╭─ DATASET EXCERPTS
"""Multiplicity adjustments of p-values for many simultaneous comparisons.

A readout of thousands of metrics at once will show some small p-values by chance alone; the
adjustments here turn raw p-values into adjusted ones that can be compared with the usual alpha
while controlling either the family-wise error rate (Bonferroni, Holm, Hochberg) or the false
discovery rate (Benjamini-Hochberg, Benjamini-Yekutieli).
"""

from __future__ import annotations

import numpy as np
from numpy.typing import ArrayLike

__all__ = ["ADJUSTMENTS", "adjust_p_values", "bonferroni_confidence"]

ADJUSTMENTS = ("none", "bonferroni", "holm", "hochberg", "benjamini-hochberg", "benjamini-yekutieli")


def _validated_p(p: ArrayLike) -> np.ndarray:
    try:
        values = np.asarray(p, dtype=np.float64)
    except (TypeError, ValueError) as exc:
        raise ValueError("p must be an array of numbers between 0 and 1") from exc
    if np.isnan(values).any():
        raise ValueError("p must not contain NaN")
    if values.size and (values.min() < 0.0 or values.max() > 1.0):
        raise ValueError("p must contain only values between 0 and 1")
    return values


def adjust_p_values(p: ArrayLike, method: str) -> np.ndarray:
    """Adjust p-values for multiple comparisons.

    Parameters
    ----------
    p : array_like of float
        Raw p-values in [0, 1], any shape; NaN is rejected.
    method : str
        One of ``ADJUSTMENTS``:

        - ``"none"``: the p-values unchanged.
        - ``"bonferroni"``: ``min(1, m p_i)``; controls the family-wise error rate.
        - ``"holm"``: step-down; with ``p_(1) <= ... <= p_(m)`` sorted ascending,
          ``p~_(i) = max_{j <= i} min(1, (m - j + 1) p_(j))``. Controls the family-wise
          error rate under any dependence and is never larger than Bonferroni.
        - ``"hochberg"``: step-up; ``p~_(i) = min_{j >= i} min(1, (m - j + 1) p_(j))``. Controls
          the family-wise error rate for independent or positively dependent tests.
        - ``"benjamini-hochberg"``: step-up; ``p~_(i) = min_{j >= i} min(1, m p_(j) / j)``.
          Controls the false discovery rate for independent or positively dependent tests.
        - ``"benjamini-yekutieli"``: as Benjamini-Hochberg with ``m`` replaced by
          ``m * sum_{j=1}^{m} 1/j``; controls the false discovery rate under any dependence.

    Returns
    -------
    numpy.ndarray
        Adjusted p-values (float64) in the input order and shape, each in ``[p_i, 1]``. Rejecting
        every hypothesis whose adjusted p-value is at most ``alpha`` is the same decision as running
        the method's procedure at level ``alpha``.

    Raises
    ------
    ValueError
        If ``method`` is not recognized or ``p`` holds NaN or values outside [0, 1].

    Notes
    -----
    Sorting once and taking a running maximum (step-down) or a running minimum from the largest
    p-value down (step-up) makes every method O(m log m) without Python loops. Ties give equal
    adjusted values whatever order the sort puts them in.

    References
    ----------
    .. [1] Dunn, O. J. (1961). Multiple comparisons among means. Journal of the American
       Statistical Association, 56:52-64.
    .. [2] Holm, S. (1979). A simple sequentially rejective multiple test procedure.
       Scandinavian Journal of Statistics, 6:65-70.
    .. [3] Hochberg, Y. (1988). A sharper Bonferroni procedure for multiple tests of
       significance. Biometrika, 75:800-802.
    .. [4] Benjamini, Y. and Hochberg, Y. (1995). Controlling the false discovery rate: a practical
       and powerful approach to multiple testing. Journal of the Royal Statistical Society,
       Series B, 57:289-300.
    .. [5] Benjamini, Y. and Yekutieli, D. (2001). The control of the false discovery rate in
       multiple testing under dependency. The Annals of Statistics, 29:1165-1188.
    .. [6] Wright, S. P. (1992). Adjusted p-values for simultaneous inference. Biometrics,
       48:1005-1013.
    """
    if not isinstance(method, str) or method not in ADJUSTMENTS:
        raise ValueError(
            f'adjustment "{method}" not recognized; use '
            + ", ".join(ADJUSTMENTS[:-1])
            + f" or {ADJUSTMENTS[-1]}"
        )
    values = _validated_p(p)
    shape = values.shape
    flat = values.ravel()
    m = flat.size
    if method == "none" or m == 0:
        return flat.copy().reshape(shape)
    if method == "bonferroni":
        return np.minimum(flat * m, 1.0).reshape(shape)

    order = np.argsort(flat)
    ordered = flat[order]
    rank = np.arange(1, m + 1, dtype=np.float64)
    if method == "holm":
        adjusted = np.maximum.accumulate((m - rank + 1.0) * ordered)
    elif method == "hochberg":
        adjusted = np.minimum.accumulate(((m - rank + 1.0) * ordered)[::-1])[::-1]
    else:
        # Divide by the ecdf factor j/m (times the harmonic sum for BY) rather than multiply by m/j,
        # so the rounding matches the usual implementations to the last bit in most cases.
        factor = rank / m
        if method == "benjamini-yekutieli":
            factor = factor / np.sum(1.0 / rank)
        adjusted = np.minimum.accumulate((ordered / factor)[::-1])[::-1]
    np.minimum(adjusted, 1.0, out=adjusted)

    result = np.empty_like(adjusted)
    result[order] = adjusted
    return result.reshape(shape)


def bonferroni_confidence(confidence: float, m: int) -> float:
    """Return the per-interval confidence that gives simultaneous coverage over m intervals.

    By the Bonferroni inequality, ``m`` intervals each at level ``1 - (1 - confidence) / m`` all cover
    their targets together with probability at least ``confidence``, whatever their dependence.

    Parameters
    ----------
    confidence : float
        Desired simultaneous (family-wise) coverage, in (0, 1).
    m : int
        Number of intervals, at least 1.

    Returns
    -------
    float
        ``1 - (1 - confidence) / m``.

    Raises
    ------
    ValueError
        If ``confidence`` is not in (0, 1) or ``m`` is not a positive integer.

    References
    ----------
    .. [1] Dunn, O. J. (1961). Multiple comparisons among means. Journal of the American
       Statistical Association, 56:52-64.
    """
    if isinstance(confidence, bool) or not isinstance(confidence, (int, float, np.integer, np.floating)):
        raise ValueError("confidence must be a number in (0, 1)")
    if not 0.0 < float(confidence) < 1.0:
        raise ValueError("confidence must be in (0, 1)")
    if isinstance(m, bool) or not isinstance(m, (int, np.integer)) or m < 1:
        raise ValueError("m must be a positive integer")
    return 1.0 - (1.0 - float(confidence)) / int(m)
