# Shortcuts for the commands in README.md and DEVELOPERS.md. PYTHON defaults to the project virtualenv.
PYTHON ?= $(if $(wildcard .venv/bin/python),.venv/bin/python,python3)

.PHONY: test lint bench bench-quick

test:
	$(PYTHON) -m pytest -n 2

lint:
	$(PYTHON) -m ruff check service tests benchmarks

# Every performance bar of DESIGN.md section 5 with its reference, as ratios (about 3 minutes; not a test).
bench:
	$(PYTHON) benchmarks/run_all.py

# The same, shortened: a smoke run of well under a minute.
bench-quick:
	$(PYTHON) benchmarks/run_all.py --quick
╰─
• [TASK PROMPT]: Copy out the entries exactly. Begin at the first line and end with the line that has "error rate under".

• [REPLY]:
"""Multiplicity adjustments of p-values for many simultaneous comparisons.

A readout of thousands of metrics at once will show some small p-values by chance alone; the
adjustments here turn raw p-values into adjusted ones that can be compared with the usual alpha
while controlling either the family-wise error rate (Bonferroni, Holm, Hochberg) or the false
discovery rate (Benjamini-Hochberg, Benjamini-Yekutieli).
"""

from __future__ import annotations

import numpy as np
from numpy.typing import ArrayLike

__all__ = ["ADJUSTMENTS", "adjust_p_values", "bonferroni_confidence"]

ADJUSTMENTS = ("none", "bonferroni", "holm", "hochberg", "benjamini-hochberg", "benjamini-yekutieli")


def _validated_p(p: ArrayLike) -> np.ndarray:
    try:
        values = np.asarray(p, dtype=np.float64)
    except (TypeError, ValueError) as exc:
        raise ValueError("p must be an array of numbers between 0 and 1") from exc
    if np.isnan(values).any():
        raise ValueError("p must not contain NaN")
    if values.size and (values.min() < 0.0 or values.max() > 1.0):
        raise ValueError("p must contain only values between 0 and 1")
    return values


def adjust_p_values(p: ArrayLike, method: str) -> np.ndarray:
    """Adjust p-values for multiple comparisons.

    Parameters
    ----------
    p : array_like of float
        Raw p-values in [0, 1], any shape; NaN is rejected.
    method : str
        One of ``ADJUSTMENTS``:

        - ``"none"``: the p-values unchanged.
        - ``"bonferroni"``: ``min(1, m p_i)``; controls the family-wise error rate.
        - ``"holm"``: step-down; with ``p_(1) <= ... <= p_(m)`` sorted ascending,
          ``p~_(i) = max_{j <= i} min(1, (m - j + 1) p_(j))``. Controls the family-wise
          error rate under any dependence and is never larger than Bonferroni.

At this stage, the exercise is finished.